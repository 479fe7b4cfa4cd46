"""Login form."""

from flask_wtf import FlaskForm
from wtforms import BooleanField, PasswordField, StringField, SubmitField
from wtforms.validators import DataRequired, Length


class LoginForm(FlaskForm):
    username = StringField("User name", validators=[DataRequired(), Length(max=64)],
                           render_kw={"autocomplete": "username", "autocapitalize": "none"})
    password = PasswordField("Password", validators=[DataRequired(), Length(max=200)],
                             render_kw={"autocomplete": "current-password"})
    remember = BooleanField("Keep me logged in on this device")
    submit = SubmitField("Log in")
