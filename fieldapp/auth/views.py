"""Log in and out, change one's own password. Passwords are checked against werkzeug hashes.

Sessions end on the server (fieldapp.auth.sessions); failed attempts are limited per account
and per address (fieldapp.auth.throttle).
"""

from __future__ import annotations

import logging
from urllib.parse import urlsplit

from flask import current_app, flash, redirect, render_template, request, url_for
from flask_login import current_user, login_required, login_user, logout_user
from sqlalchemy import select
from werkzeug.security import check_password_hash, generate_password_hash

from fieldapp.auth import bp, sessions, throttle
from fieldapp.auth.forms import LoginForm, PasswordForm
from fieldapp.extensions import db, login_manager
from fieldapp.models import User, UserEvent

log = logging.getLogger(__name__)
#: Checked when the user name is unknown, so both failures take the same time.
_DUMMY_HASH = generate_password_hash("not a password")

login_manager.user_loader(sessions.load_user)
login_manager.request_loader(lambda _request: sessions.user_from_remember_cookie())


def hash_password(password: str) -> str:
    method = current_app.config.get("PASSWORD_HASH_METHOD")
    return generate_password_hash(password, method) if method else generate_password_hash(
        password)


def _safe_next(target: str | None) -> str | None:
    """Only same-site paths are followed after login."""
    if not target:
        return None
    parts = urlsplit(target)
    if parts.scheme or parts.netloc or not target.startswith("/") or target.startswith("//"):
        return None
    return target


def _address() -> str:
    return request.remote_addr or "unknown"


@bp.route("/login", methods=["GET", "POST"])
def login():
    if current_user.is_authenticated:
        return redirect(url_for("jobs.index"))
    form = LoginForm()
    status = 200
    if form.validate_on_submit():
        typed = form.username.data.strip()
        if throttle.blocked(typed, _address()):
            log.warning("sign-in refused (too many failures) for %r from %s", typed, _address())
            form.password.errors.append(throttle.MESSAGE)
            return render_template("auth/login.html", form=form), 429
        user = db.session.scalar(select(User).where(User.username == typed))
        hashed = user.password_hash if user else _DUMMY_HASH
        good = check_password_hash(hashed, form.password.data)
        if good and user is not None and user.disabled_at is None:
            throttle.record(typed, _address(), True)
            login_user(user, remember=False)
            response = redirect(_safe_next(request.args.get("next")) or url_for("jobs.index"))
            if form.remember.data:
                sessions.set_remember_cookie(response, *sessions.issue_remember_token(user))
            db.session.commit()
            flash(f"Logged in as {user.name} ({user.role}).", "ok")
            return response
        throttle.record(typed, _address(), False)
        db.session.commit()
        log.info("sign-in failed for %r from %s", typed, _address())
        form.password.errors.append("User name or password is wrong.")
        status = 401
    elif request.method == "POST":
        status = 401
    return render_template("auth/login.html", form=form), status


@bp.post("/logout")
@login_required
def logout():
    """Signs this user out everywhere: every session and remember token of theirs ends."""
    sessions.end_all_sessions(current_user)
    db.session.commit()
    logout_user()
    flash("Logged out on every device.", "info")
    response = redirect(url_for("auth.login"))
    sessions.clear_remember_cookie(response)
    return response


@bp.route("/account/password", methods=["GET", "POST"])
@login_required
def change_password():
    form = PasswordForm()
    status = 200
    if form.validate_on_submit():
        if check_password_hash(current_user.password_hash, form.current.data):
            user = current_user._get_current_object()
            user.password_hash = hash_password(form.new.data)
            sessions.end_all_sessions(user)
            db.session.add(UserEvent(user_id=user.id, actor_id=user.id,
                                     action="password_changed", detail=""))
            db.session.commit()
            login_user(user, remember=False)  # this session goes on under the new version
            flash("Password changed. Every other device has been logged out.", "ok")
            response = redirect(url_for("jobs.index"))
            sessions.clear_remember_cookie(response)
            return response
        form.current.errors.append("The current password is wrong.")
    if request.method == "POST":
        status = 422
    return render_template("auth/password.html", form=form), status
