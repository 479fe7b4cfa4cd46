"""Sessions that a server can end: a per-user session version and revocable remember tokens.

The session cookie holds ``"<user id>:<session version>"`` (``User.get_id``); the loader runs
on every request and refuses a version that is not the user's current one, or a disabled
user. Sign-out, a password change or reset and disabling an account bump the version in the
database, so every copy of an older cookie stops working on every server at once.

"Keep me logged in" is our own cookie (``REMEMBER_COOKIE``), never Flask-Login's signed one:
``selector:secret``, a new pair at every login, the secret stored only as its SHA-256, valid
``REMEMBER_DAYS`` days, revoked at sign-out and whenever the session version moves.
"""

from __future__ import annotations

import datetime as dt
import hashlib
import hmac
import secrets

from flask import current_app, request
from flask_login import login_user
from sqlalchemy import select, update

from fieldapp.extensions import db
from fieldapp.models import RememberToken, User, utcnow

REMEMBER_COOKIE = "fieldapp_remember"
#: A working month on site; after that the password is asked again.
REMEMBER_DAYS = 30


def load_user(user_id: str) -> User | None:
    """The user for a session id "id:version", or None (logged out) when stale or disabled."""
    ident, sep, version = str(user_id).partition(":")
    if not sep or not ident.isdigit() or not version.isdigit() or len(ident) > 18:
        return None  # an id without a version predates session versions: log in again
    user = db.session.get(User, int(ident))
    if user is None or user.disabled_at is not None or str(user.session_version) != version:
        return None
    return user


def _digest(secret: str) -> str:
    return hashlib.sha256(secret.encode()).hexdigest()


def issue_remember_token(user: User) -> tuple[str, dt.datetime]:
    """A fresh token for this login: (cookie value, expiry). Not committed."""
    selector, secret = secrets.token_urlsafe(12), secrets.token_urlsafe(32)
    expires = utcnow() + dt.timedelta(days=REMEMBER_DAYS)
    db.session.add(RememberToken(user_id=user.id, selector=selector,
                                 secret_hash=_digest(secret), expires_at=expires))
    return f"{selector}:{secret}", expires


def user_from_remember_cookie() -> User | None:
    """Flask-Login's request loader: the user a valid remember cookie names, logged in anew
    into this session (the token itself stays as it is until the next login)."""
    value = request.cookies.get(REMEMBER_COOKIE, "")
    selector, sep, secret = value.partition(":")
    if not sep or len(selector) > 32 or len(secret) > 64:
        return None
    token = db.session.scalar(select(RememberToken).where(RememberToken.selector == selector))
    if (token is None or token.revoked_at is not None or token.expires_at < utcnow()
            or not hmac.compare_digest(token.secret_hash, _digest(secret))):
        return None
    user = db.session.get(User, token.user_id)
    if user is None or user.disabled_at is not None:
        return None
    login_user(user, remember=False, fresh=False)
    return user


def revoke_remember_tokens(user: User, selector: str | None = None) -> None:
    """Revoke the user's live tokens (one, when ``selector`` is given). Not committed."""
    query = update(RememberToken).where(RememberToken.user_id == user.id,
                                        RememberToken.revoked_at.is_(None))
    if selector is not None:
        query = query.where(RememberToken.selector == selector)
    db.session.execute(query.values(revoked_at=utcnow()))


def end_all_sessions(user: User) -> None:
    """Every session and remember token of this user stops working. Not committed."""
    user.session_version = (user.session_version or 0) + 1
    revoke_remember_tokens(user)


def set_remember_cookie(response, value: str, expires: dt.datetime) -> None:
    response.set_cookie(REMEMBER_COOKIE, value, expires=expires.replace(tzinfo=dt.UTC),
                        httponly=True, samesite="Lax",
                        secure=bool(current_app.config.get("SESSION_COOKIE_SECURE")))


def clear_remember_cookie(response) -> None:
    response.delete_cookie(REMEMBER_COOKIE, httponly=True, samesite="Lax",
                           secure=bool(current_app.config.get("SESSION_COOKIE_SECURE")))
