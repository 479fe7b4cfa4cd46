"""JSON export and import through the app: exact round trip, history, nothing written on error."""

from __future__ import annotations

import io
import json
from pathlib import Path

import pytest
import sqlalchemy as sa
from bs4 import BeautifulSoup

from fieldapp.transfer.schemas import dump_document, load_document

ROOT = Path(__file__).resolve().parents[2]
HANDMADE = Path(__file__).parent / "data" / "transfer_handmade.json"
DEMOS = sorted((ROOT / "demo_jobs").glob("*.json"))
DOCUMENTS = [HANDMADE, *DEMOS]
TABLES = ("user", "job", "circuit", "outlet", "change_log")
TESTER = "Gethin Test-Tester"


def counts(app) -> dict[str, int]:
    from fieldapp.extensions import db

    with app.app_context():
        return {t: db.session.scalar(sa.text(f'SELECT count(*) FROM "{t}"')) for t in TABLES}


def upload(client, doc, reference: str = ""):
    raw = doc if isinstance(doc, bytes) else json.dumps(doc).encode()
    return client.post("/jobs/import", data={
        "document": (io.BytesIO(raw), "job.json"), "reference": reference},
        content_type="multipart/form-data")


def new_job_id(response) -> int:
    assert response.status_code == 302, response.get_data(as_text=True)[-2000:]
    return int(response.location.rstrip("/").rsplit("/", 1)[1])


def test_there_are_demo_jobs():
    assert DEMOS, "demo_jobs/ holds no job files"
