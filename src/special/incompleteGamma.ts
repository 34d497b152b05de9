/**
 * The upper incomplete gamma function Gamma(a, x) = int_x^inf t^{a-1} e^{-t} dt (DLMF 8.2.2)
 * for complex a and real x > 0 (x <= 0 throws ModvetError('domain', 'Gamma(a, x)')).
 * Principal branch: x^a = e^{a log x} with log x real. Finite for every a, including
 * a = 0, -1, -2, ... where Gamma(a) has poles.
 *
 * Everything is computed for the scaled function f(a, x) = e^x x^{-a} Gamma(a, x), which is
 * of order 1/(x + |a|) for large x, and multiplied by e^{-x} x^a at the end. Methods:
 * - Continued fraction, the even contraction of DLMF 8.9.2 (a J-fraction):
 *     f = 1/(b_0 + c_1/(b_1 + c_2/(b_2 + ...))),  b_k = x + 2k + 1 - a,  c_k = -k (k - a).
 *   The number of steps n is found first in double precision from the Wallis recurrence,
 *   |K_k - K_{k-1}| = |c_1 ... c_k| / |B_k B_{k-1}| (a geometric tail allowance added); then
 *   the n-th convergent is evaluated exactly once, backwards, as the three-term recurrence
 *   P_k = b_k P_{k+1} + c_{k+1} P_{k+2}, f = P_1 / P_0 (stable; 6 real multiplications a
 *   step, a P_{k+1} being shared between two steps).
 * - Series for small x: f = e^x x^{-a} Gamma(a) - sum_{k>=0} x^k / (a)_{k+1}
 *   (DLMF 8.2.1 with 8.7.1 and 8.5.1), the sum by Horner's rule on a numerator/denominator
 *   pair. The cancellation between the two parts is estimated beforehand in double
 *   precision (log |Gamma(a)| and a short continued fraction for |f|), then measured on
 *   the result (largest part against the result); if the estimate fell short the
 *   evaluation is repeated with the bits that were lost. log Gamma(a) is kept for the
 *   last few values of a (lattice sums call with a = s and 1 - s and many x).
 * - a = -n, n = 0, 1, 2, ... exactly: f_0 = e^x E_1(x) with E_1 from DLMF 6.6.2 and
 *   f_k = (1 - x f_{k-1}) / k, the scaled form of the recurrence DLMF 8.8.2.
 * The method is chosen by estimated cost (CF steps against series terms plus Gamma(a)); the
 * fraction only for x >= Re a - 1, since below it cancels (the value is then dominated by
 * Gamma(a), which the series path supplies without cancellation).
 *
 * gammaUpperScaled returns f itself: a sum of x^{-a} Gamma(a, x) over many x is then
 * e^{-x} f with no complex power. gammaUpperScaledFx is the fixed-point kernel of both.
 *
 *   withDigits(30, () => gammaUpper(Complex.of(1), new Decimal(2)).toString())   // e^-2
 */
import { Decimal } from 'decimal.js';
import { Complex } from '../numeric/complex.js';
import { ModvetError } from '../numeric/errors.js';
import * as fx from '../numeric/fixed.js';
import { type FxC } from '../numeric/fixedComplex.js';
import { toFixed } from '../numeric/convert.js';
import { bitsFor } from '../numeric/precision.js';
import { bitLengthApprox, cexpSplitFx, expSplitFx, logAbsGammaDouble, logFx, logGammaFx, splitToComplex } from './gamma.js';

+ + + + +

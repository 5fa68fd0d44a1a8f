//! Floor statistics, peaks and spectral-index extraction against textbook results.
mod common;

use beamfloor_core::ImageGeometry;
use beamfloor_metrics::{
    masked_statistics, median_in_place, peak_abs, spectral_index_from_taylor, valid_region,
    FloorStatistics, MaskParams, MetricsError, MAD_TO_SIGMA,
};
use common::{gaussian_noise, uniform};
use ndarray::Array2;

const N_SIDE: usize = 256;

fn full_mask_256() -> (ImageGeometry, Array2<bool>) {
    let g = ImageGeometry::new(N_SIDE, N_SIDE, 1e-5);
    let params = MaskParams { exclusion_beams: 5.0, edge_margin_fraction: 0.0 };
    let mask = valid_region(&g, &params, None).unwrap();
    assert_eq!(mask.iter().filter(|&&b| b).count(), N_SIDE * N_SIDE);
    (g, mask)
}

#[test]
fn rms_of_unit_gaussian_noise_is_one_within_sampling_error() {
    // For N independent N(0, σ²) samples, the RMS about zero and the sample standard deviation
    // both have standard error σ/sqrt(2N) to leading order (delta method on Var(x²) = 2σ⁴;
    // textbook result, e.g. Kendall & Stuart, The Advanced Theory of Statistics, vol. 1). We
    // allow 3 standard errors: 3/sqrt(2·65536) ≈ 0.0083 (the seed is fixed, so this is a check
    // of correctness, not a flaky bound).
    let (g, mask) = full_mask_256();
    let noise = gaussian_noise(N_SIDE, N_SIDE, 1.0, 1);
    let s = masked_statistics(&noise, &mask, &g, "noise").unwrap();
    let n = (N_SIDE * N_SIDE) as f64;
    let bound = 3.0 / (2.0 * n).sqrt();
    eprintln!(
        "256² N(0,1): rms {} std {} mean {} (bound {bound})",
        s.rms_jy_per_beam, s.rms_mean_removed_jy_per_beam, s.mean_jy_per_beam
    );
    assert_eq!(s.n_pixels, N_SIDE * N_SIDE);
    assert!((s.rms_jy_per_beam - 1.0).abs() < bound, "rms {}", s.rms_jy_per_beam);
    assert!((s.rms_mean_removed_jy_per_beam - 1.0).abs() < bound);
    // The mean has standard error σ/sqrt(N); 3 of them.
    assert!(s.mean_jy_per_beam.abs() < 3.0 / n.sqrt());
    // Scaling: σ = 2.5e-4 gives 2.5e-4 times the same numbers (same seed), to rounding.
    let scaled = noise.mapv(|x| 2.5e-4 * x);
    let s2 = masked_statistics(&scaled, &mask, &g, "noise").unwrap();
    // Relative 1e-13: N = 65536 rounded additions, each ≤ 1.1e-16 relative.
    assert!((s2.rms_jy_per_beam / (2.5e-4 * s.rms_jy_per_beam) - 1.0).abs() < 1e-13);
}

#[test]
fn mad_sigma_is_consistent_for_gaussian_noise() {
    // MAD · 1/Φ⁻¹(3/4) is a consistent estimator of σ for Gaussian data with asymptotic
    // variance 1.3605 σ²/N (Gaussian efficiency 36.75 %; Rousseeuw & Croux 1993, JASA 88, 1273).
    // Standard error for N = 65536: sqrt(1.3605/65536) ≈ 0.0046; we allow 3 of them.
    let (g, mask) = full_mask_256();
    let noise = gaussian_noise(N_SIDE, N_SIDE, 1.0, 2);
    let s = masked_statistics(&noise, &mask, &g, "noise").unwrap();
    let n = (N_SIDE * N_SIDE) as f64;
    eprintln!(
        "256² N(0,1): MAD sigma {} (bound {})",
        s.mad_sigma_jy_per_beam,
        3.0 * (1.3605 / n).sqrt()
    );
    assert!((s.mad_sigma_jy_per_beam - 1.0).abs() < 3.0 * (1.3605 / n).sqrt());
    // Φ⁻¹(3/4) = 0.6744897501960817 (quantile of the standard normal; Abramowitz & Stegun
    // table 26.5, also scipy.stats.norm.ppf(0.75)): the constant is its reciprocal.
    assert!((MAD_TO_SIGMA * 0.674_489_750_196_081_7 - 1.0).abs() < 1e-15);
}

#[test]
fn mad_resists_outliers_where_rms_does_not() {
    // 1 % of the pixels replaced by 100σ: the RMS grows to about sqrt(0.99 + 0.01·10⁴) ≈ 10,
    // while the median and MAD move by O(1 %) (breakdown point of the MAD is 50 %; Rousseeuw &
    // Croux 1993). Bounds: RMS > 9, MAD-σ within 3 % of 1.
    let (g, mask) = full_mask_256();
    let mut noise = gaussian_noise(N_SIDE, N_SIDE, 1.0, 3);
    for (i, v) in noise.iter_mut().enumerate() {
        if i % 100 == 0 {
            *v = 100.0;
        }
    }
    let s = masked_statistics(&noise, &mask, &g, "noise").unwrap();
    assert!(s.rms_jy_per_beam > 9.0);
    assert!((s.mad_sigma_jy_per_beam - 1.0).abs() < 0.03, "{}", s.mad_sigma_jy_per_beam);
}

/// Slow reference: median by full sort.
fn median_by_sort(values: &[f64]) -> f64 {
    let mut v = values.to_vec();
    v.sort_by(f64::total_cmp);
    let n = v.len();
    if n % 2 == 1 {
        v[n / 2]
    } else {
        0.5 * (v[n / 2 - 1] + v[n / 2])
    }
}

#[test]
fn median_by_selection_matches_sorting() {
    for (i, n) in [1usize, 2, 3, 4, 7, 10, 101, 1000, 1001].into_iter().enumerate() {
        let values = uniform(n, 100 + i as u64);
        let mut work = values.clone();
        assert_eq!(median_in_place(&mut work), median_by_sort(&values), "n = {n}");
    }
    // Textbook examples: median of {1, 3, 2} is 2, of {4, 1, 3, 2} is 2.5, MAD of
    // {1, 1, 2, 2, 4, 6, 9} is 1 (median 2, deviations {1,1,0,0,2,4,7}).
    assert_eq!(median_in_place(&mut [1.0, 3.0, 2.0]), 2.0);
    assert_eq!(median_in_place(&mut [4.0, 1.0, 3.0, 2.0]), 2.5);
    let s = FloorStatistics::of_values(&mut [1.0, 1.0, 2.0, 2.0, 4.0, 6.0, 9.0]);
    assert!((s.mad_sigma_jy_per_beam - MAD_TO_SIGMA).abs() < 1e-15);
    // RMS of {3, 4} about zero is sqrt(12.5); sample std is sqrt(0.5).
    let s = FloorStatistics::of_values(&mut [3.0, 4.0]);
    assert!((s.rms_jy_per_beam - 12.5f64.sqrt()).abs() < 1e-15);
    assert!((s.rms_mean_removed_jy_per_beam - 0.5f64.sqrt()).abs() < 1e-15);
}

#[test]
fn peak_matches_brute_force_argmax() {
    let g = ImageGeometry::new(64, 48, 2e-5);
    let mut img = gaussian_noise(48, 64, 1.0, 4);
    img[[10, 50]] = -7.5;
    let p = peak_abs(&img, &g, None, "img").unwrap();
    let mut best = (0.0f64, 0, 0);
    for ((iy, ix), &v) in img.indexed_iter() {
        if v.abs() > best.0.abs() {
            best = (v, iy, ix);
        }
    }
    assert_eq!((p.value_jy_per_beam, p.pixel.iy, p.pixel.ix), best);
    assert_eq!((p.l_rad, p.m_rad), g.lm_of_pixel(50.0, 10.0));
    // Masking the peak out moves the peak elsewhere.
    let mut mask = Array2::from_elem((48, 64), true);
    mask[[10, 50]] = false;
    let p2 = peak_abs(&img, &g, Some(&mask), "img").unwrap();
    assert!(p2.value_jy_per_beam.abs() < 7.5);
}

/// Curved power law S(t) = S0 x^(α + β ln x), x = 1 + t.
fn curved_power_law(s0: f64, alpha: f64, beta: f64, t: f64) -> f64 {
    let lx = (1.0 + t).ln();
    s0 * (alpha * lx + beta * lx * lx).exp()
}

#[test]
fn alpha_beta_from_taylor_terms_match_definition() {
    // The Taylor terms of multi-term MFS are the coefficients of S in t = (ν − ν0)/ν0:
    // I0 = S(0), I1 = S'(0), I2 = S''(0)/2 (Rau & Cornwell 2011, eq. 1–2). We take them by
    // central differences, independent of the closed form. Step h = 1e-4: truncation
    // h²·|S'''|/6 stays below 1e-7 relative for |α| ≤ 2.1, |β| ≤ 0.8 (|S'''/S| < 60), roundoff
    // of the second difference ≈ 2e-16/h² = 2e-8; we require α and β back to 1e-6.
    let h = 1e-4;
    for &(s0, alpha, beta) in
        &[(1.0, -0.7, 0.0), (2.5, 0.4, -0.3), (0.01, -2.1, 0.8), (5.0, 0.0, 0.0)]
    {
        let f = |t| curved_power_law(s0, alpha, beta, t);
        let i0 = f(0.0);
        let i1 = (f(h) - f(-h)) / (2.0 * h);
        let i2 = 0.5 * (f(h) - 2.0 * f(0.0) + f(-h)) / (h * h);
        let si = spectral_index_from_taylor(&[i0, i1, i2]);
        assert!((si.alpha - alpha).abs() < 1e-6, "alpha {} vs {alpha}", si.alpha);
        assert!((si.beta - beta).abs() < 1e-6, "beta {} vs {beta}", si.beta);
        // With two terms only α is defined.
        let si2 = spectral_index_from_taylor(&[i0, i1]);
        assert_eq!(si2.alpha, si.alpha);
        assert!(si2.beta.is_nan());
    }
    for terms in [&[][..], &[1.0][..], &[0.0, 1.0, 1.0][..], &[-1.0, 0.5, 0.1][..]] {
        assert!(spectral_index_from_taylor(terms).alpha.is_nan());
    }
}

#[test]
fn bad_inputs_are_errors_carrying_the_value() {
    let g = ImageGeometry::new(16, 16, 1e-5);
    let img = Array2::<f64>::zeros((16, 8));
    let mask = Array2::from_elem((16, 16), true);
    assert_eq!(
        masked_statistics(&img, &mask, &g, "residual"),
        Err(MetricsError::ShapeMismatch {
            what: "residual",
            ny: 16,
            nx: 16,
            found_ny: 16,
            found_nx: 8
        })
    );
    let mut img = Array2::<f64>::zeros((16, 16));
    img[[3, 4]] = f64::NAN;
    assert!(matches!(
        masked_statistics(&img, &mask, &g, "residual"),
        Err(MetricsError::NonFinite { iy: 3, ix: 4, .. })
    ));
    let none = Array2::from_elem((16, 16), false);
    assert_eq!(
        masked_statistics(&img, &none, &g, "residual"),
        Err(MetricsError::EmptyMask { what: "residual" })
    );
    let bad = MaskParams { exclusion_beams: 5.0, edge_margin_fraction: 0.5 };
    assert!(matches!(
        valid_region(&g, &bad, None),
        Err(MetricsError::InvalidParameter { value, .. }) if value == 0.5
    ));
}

+ + + + +

→ **Work order**:
Starting at the line that has "beforehand in double" in the records above, restate word for word every line until the one that has "kept for the", and include that one as well.

→ **Answer space**:
 *   pair. The cancellation between the two parts is estimated beforehand in double
 *   precision (log |Gamma(a)| and a short continued fraction for |f|), then measured on
 *   the result (largest part against the result); if the estimate fell short the
 *   evaluation is repeated with the bits that were lost. log Gamma(a) is kept for the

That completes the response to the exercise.